Sift the material for lines containing "piece", and return them.

--- DATA PROVIDED ---

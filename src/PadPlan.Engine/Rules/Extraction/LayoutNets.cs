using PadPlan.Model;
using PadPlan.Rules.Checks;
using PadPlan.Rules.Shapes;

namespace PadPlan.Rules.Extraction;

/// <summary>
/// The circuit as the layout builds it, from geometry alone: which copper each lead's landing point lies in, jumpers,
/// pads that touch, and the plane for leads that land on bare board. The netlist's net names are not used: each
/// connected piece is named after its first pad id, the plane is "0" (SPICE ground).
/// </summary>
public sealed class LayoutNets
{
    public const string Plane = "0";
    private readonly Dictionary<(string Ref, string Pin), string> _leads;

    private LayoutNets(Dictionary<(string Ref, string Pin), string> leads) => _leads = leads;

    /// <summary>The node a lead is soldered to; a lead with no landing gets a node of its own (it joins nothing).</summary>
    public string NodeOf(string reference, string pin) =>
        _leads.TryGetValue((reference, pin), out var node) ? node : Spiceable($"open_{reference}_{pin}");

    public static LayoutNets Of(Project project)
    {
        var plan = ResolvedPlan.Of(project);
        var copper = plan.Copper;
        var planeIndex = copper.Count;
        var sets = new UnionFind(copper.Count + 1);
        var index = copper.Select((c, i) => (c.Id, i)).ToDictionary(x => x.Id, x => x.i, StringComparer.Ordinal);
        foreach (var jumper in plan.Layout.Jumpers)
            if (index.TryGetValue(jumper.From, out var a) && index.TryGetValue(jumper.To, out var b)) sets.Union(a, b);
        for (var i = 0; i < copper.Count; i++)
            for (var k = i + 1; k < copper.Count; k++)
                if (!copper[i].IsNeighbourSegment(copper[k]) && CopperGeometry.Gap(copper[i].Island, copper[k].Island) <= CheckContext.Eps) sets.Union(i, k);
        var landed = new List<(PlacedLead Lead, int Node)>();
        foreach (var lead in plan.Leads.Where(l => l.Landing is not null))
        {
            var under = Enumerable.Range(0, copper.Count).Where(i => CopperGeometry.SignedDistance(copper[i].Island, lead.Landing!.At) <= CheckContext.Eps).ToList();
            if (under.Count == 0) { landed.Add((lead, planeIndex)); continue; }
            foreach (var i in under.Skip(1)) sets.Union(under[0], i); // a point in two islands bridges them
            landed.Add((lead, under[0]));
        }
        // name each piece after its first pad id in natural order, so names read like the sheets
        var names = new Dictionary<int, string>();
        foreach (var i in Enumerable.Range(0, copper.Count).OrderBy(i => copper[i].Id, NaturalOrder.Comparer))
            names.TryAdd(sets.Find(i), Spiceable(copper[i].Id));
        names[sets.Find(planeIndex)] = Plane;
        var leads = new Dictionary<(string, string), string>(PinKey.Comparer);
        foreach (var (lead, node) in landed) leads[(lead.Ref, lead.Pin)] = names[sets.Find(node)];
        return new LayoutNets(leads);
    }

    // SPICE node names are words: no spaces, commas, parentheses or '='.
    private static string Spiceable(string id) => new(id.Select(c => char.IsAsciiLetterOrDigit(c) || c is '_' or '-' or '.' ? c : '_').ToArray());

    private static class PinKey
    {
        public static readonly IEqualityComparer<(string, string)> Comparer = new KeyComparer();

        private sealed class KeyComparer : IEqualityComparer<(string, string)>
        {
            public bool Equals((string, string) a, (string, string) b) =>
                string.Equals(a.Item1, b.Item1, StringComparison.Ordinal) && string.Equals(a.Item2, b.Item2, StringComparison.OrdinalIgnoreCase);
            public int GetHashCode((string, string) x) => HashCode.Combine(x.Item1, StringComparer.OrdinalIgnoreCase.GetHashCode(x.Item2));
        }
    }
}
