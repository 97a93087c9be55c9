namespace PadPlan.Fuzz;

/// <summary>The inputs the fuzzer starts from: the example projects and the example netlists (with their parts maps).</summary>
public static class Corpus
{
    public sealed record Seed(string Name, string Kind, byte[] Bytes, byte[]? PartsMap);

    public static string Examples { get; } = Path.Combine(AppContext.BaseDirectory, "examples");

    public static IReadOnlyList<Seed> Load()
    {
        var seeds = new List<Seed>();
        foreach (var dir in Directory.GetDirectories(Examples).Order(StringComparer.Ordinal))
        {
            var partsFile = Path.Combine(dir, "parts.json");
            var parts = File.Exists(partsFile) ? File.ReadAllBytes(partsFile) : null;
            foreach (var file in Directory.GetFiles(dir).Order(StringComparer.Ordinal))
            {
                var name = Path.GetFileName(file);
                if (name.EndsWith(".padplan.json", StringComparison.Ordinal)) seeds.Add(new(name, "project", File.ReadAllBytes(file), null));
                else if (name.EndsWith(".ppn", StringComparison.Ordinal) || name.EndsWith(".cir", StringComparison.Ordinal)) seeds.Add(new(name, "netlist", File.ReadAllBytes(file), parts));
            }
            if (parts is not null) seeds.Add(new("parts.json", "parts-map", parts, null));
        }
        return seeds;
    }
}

---

## RESPONSE TO THIS TASK:
/// connected piece is named after its first pad id, the plane is "0" (SPICE ground).
        // name each piece after its first pad id in natural order, so names read like the sheets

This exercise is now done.